Monday, May 3, 2010

THE DIFFERENCE THAT MAKES A DIFFERENCE

A few years ago, a television station doing a story on support groups covered one of our meetings. When the story aired, the reporter introduced it with, “And now, some interesting medical news...” Behind her appeared a logo establishing the story’s category. Was the logo a graphic of two people talking? Certainly not. It was a chest x-ray. After all, how would viewers know this was a medical story if not for the technological clue?

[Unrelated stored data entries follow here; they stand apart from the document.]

import { DataTypes, Model } from 'sequelize';
import type { CreationOptional, InferAttributes, InferCreationAttributes, Sequelize } from 'sequelize';
import { stampColumns } from './columns.ts';
import type { WorkKind } from '@driprail/shared/domain/job-work/fold-work';
import type { StepRef } from '@driprail/shared/domain/job-work/step';

export class WorkEventRow extends Model<InferAttributes<WorkEventRow>, InferCreationAttributes<WorkEventRow>> {
  declare id: string;
  declare visitId: string;
  declare kind: WorkKind;
  declare steps: CreationOptional<StepRef[]>;
  declare lineId: CreationOptional<string | null>;
  declare keys: CreationOptional<string[]>;
  declare words: CreationOptional<string>;
  declare userId: string;
  declare personId: CreationOptional<string | null>;
  declare deviceAt: Date;
  declare receivedAt: Date;
  declare occurredAt: Date;
  declare isCorrected: CreationOptional<boolean>;
}

export function initWorkEventRow(sequelize: Sequelize): void {
  WorkEventRow.init(
    {
      id: { type: DataTypes.UUID, primaryKey: true },
      visitId: { type: DataTypes.UUID, allowNull: false },
      kind: { type: DataTypes.TEXT, allowNull: false },
      steps: { type: DataTypes.JSONB },
      lineId: { type: DataTypes.UUID, allowNull: true },
      keys: { type: DataTypes.ARRAY(DataTypes.TEXT) },
      words: { type: DataTypes.TEXT },
      userId: { type: DataTypes.UUID, allowNull: false },
      personId: { type: DataTypes.UUID, allowNull: true },
      ...stampColumns(),
    },
    { sequelize, modelName: 'WorkEventRow', tableName: 'work_events', underscored: true, timestamps: false },
  );
}
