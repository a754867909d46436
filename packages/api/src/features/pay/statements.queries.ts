import { tag } from '@driprail/shared/authz/ability';
import type { StatementDto } from '@driprail/shared/contracts/pay.contract';
import { weekNumberOf } from '@driprail/shared/domain/time/zone';
import { authorize } from '../../authz/authorize.ts';
import { companyOf } from '../../db/company.ts';
import { inTransaction, select } from '../../db/sequelize.ts';
import type { Ctx } from '../../http/context.ts';
import { notFound } from '../../http/errors.ts';
import { customersOf } from './customers.queries.ts';
import { correctedLinesOf } from './corrections.queries.ts';
import { readFrozen } from './frozen.queries.ts';
import { readPayWeek } from './pay-week.queries.ts';
import { statementTimeOffOf } from './time-off/statement-time-off.queries.ts';
import { yearsToDate } from './year-to-date.queries.ts';
import { headOf, weekAt } from './weeks.service.ts';

interface StatementHead {
  weekId: string;
  startsOn: string;
  endsOn: string;
  lockedAt: string;
  grossCents: number;
}

/** One's own statements of locked weeks, newest first. */
export async function listStatements({ actor }: Ctx) {
  const rows = await select<StatementHead>(
    `SELECT w.id AS "weekId", w.starts_on AS "startsOn", w.ends_on AS "endsOn", to_json(w.locked_at) #>> '{}' AS "lockedAt",
            s.gross_cents AS "grossCents"
       FROM pay_statements s JOIN pay_weeks w ON w.id = s.pay_week_id
      WHERE s.person_id = :personId::uuid AND w.state = 'locked' ORDER BY w.starts_on DESC`,
    { personId: actor.personId },
  );
  return rows.map((row) => ({ ...row, number: weekNumberOf(row.startsOn) }));
}

/** @throws 403 for another's statement or a week that is not locked yet, except to the owner */
export function readStatement({ ability, now }: Ctx, day: string, personId: string): Promise<StatementDto> {
  return inTransaction(async (tx) => {
    const week = await weekAt(day, tx);
    authorize(ability, 'read', tag('Statement', { personId, state: week.state }));
    const { people, timeOff } =
      week.state === 'locked' ? await readFrozen(week.id, personId, tx) : await readPayWeek(week, now(), tx);
    const person = people.find((p) => p.personId === personId);
    if (!person) throw notFound('A statement of this person for that week');
    const yearToDate = (await yearsToDate(week, [person], tx))[personId];
    if (!yearToDate) throw new Error('a person with pay in the week has a year');
    return {
      week: await headOf(week, tx),
      person,
      yearToDate,
      timeOff: timeOff[personId] ?? (await statementTimeOffOf(week, [person], tx))[personId] ?? [],
      companyName: (await companyOf(tx)).name,
      correctedLines: await correctedLinesOf([person], tx),
      customers: await customersOf([person], tx),
    };
  });
}
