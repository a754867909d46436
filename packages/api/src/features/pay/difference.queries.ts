import type { OutputOf } from '@driprail/shared/contracts/endpoint';
import type { getPayDifference } from '@driprail/shared/contracts/pay-difference.contract';
import { computePayWeek } from '@driprail/shared/domain/pay/compute-pay-week';
import { weekDifference } from '@driprail/shared/domain/pay/week-difference';
import type { PersonFigures } from '@driprail/shared/domain/pay/week-difference';
import { addDays, weekNumberOf } from '@driprail/shared/domain/time/zone';
import type { Transaction } from 'sequelize';
import type { PayWeek } from '../../db/models/index.ts';
import { inTransaction } from '../../db/sequelize.ts';
import { readFrozen } from './frozen.queries.ts';
import { payInputOf } from './pay-input.queries.ts';
import { weekAt } from './weeks.service.ts';

/** A week's figures as they stand, locked or computed. */
async function figuresOf(week: PayWeek, now: Date, tx: Transaction): Promise<PersonFigures[]> {
  if (week.state === 'locked') return (await readFrozen(week.id, null, tx)).people;
  return computePayWeek(await payInputOf(week, now, tx)).people;
}

/** What differs in a week against the week before, or against what was last checked. */
export function readDifference(
  day: string,
  against: 'week_before' | 'last_checked',
  now: Date,
): Promise<OutputOf<typeof getPayDifference>> {
  return inTransaction(async (tx) => {
    const week = await weekAt(day, tx);
    const other = against === 'week_before' ? await weekAt(addDays(week.startsOn, -1), tx) : week;
    const checked = week.lastChecked;
    const before = against === 'week_before' ? await figuresOf(other, now, tx) : (checked?.people ?? null);
    const after = await figuresOf(week, now, tx);
    const people = before === null ? null : weekDifference(before, after);
    return {
      against: {
        startsOn: other.startsOn,
        number: weekNumberOf(other.startsOn),
        checkedAt: against === 'last_checked' ? (checked?.at ?? null) : null,
      },
      people,
      unchanged: after.filter((person) => !people?.some((one) => one.personId === person.personId)).length,
    };
  });
}
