import { DataTypes, Model } from 'sequelize';
import type { CreationOptional, InferAttributes, InferCreationAttributes, Sequelize } from 'sequelize';

export class PersonPlaceRow extends Model<InferAttributes<PersonPlaceRow>, InferCreationAttributes<PersonPlaceRow>> {
  declare id: string;
  declare personId: string;
  declare placeId: CreationOptional<string | null>;
  declare startsOn: string;
  declare setBy: CreationOptional<string | null>;
  declare setAt: Date;
}

export function initPersonPlaceRow(sequelize: Sequelize): void {
  PersonPlaceRow.init(
    {
      id: { type: DataTypes.UUID, primaryKey: true },
      personId: { type: DataTypes.UUID, allowNull: false },
      placeId: { type: DataTypes.UUID, allowNull: true },
      startsOn: { type: DataTypes.DATEONLY, allowNull: false },
      setBy: { type: DataTypes.UUID, allowNull: true },
      setAt: { type: DataTypes.DATE, allowNull: false },
    },
    { sequelize, modelName: 'PersonPlaceRow', tableName: 'person_places', underscored: true, timestamps: false },
  );
}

People have come to equate healthcare with equipment, which of course gets more complex—and more expensive—daily. Physicians, who already work 50-60 hours weekly, need to devote even more time to keeping up with this assistive machinery—that is, after they’ve completed their insurance paperwork. It can make one throw up one’s hands.

Whether we’re healthier for this material progress, though, is arguable. Anthropologist Gregory Bateson habitually asked, “Is this a difference that makes a difference?” I’m not plugging the Luddite cause here, only questioning balance. And we’re wildly imbalanced because economic interests relentlessly push high-tech healthcare modalities, while low-tech is a quiet, secluded endeavor, unhawked by ads, public relations firms, or product placement.

Low-tech is just folks in contact with one another. And here’s what’s interesting: generally, the more low-tech is used, the less high-tech is necessary. As oncologist Dr. Elaine Schattner points out in an online essay this week (http://www.huffingtonpost.com/elaine-schattner/health-care-reform-doctor_b_558664.html), “…in oncology, a field I know very well, if physicians had the time to examine patients thoroughly—including the lymph nodes, liver and spleen—and did so often enough that they'd be confident in their physical examination skills, they might order fewer CT scans.”

Speaking of “healthcare reform,” this is the kind of difference that will make a difference.